» EXERCISE AIM
How many lines in the records below hold the word "toWeighUpInput"? Answer with the number alone.

» DATA FOR THE TASK
import { useEffect, useRef, useState, type RefObject } from 'react';
import { zodResolver } from '@hookform/resolvers/zod';
import { useMutation, useQuery, useQueryClient } from '@tanstack/react-query';
import { useForm, type UseFormReturn } from 'react-hook-form';
import { useTranslation } from 'react-i18next';
import { useNavigate, useSearchParams } from 'react-router-dom';
import type { Crop } from '#shared/catalogue.ts';
import type { CautionCode } from '#shared/caution.ts';
import type { MoneyAssumptions } from '#shared/money.ts';
import { storedUnits } from '#shared/reader-units.ts';
import type { WeighUpDraft } from '#shared/weigh-up-draft.ts';
import { createWeighUp, type WeighUpInput } from '#shared/weigh-up.ts';
import { callApi } from '#src/api-client.ts';
import { catalogueQuery, type Catalogue } from '#src/catalogue-query.ts';
import { CropUnits } from '#src/chosen-units.tsx';
import { Button } from '#src/components/button.tsx';
import { CautionList } from '#src/components/caution-list.tsx';
import { ErrorState } from '#src/components/error-state.tsx';
import { NoVerdict } from '#src/components/no-verdict.tsx';
import { PageHeading } from '#src/components/page-heading.tsx';
import { Skeleton } from '#src/components/skeleton.tsx';
import { useLanguage } from '#src/components/use-language.ts';
import { WeighingProgress } from '#src/components/weighing-progress.tsx';
import { fieldIssues } from '#src/field-issues.ts';
import { fillPath, paths } from '#src/paths.ts';
import { QueryErrorState } from '#src/query-error-state.tsx';
import { useErrorText } from '#src/use-error-text.ts';
import { useCautionItems } from '#src/use-caution-items.ts';
import { CandidatePicker } from './candidate-picker.tsx';
import { toFormDraft, typePrices, useDraftSaving, type DraftSaving } from './draft-saving.ts';
import { FarmFields, PriceFields } from './farm-fields.tsx';
import {
  newWeighUpForm,
  toWeighUpInput,
  type NewWeighUpDraft,
  type NewWeighUpForm,
} from './new-weigh-up-form.ts';
import { PairCandidateField } from './pair-candidate-field.tsx';
import {
  lacksTrials,
  partByStanding,
  readQuestion,
  toCandidateQuestion,
  type QuestionDraft,
} from './question-draft.ts';
import { QuestionFields } from './question-fields.tsx';
import { candidatesQuery, draftsQuery, weighUpsQuery, type CandidateQuestion } from './weigh-up-queries.ts';

export type NewWeighUpFormApi = UseFormReturn<NewWeighUpDraft, unknown, NewWeighUpForm>;

/** A new weigh-up on one page: the question, the candidates with their verdicts, the farm. */
export function NewWeighUpPage() {
  const { t } = useTranslation('weigh-up');
  const catalogue = useQuery(catalogueQuery);
  const [search] = useSearchParams();
  // Only the draft that the page was opened with is read; the one it keeps itself stands in its fields already.
  const [openedId] = useState(search.get('draft'));
  const drafts = useQuery({ ...draftsQuery, enabled: openedId !== null, refetchOnMount: 'always' });
  const isOpening = openedId !== null && drafts.isFetching && !drafts.isFetchedAfterMount;
  const opened = drafts.data?.find(({ id }) => id === openedId);
  return (
    <>
      <PageHeading title={t('new.title')} below={t('new.lead')} />
      {(catalogue.isPending || isOpening) && <Skeleton lines={6} />}
      {catalogue.isError && <QueryErrorState query={catalogue} />}
      {catalogue.data && !isOpening && <QuestionForm catalogue={catalogue.data} opened={opened} />}
    </>
  );
}

/** Stores the question. The draft that it was written in goes with it, also one whose first saving is still under way. */
function useCreateWeighUp(kept: DraftSaving) {
  const client = useQueryClient();
  const navigate = useNavigate();
  return useMutation({
    mutationFn: async (body: WeighUpInput) => {
      const draftId = await kept.stop();
      return (await callApi(createWeighUp, { body, query: draftId === null ? {} : { draftId } })).weighUp;
    },
    onError: kept.goOn,
    onSuccess: async (weighUp) => {
      void client.invalidateQueries({ queryKey: draftsQuery.queryKey });
      await client.invalidateQueries({ queryKey: weighUpsQuery.queryKey });
      void navigate(fillPath(paths.weighUp, { weighUpId: weighUp.id }));
    },
  });
}

type QuestionFormProps = { catalogue: Catalogue; opened: WeighUpDraft | undefined };

function QuestionForm({ catalogue, opened: found }: QuestionFormProps) {
  // As it was when the page was opened: what is saved from here must not come back over what is being typed.
  const [opened] = useState(found);
  const { t } = useTranslation('weigh-up');
  const [search] = useSearchParams();
  const draft = readQuestion(search, catalogue);
  const question = toCandidateQuestion(draft);
  const form = useForm<NewWeighUpDraft, unknown, NewWeighUpForm>({
    resolver: zodResolver(newWeighUpForm, fieldIssues),
    defaultValues: toFormDraft(opened?.content),
  });
  useEffect(() => typePrices(form, opened?.content), [form, opened]);
  const kept = useDraftSaving(form, opened);
  return (
    <CropUnits bushelWeightLb={draft.crop?.bushelWeightLb ?? storedUnits.bushelWeightLb}>
      <div className="flex flex-col gap-8">
        <section className="flex flex-col gap-4">
          <h2>{t('new.question')}</h2>
          <QuestionFields draft={draft} catalogue={catalogue} />
        </section>
        {lacksTrials(draft) && draft.crop && draft.region && (
          <NoVerdict
            crop={draft.crop.name}
            region={draft.region.name}
            from={draft.seasonFrom}
            to={draft.seasonTo}
          />
        )}
        {!lacksTrials(draft) && !question && <p className="text-faded">{t('new.candidatesWait')}</p>}
        {question && <CandidatesAndFarm draft={draft} question={question} form={form} kept={kept} />}
      </div>
    </CropUnits>
  );
}

type CandidatesAndFarmProps = {
  draft: QuestionDraft;
  question: CandidateQuestion;
  form: NewWeighUpFormApi;
  kept: DraftSaving;
};

/** The prices of the sheet stand in the form until they are typed over. */
function useSheetPrices(form: NewWeighUpFormApi, defaults: MoneyAssumptions | null): void {
  useEffect(() => {
    if (defaults === null) return;
    for (const name of ['priceLow', 'priceMiddle', 'priceHigh'] as const) {
      if (form.getFieldState(name).isDirty) continue;
      form.resetField(name, { defaultValue: defaults[name] });
    }
  }, [form, defaults]);
}

/** Leads to what comes before everything else that is wrong, with each try: the button stands a screen further down. */
function useFocusOnTry(form: NewWeighUpFormApi): RefObject<HTMLParagraphElement | null> {
  const place = useRef<HTMLParagraphElement>(null);
  const { submitCount } = form.formState;
  useEffect(() => {
    if (submitCount > 0) place.current?.focus();
  }, [submitCount]);
  return place;
}

/** Said here already: what follows from the choice of trials and from where the farm lies. The others wait for the answer. */
const placeCautions: ReadonlySet<CautionCode> = new Set([
  ...(['no-trial-in-region', 'trials-from-elsewhere', 'farm-far', 'farm-unlike-sites'] as const),
  ...(['farm-drier', 'farm-wetter', 'farm-cooler', 'farm-warmer'] as const),
  ...(['farm-lighter-soil', 'farm-heavier-soil', 'farm-other-soil'] as const),
]);

function CandidatesAndFarm({ draft, question, form, kept }: CandidatesAndFarmProps) {
  const { t } = useTranslation('weigh-up');
  const errorText = useErrorText();
  const candidates = useQuery(candidatesQuery(question));
  const creation = useCreateWeighUp(kept);
  const cautionItems = useCautionItems();
  const defaults = candidates.data?.assumptions ?? null;
  useSheetPrices(form, defaults);
  const missing = useFocusOnTry(form);
  if (candidates.isPending) return <WeighingProgress lines={8} />;
  if (candidates.isError) return <QueryErrorState query={candidates} />;
  const { result } = candidates.data;
  const { crop, region } = draft;
  if (result.answer === 'no-trials' && crop && region) {
    return <NoVerdict crop={crop.name} region={region.name} from={draft.seasonFrom} to={draft.seasonTo} />;
  }
  const currentName = crop?.varieties.find(({ id }) => id === draft.currentVarietyId)?.name ?? '';
  const { standingIds, goneIds } = partByStanding(draft.candidateIds, result.candidates);
  const isChosen = standingIds.length > 0;
  return (
    <form
      noValidate
      className="flex flex-col gap-8"
      onSubmit={(event) =>
        void form.handleSubmit((typed) => {
          if (!isChosen) return;
          creation.mutate(
            toWeighUpInput(typed, question, { kind: draft.kind, candidateIds: standingIds }, defaults),
          );
        })(event)
      }
    >
      <section className="flex flex-col gap-3">
        <h2>{t('new.candidates')}</h2>
        {draft.kind !== 'pair' && <p className="text-faded">{t('new.candidatesLead')}</p>}
        <CautionList
          title={t('new.placeCautions')}
          headingLevel={3}
          items={cautionItems(result.cautions.filter(({ code }) => placeCautions.has(code)))}
        />
        {/* Of the question before, the list says nothing about this one's. */}
        {!candidates.isPlaceholderData && <GoneCandidates goneIds={goneIds} crop={crop} />}
        {result.candidates.length === 0 ? (
          <p>{t('new.noCandidates')}</p>
        ) : draft.kind === 'pair' ? (
          <PairCandidateField candidates={result.candidates} chosenId={standingIds[0]} />
        ) : (
          <CandidatePicker
            candidates={result.candidates}
            kind={draft.kind}
            chosenIds={standingIds}
            currentName={currentName}
            varieties={crop?.varieties ?? []}
          />
        )}
        {form.formState.isSubmitted && !isChosen && (
          <p ref={missing} tabIndex={-1} role="alert" className="font-semibold text-stop">
            {t('new.chooseOne')}
          </p>
        )}
      </section>
      <FarmFields form={form} />
      <PriceFields form={form} defaults={defaults} />
      {creation.isError && <ErrorState message={errorText(creation.error)} />}
      <DraftState kept={kept} />
      <Button
        type="submit"
        tone="main"
        isBusy={creation.isPending || candidates.isPlaceholderData}
        className="self-start"
      >
        {creation.isPending ? t('new.creating') : t('new.create')}
      </Button>
    </form>
  );
}

/** Who was kept and is not weighed after all, by name: the address may be older than the trials. */
function GoneCandidates({ goneIds, crop }: { goneIds: readonly string[]; crop: Crop | undefined }) {
  const { t } = useTranslation('weigh-up');
  const language = useLanguage();
  if (goneIds.length === 0) return null;
  const names = goneIds.flatMap((id) => crop?.varieties.find((variety) => variety.id === id)?.name ?? []);
  return (
    <p role="status" className="max-w-prose rounded-lg bg-warning px-4 py-3">
      {t('new.gone', { count: goneIds.length, names: new Intl.ListFormat(language).format(names) })}
    </p>
  );
}

/** Whether what is typed is kept, said where the page is left. */
function DraftState({ kept }: { kept: DraftSaving }) {
  const { t } = useTranslation('record');
  const errorText = useErrorText();
  if (kept.error) return <p role="status">{t('drafts.failed', { reason: errorText(kept.error) })}</p>;
  if (kept.draftId === null) return null;
  return (
    <p role="status" className="text-sm text-faded">
      {t(kept.isKept ? 'drafts.kept' : 'drafts.keeping')}
    </p>
  );
}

» OUTPUT
2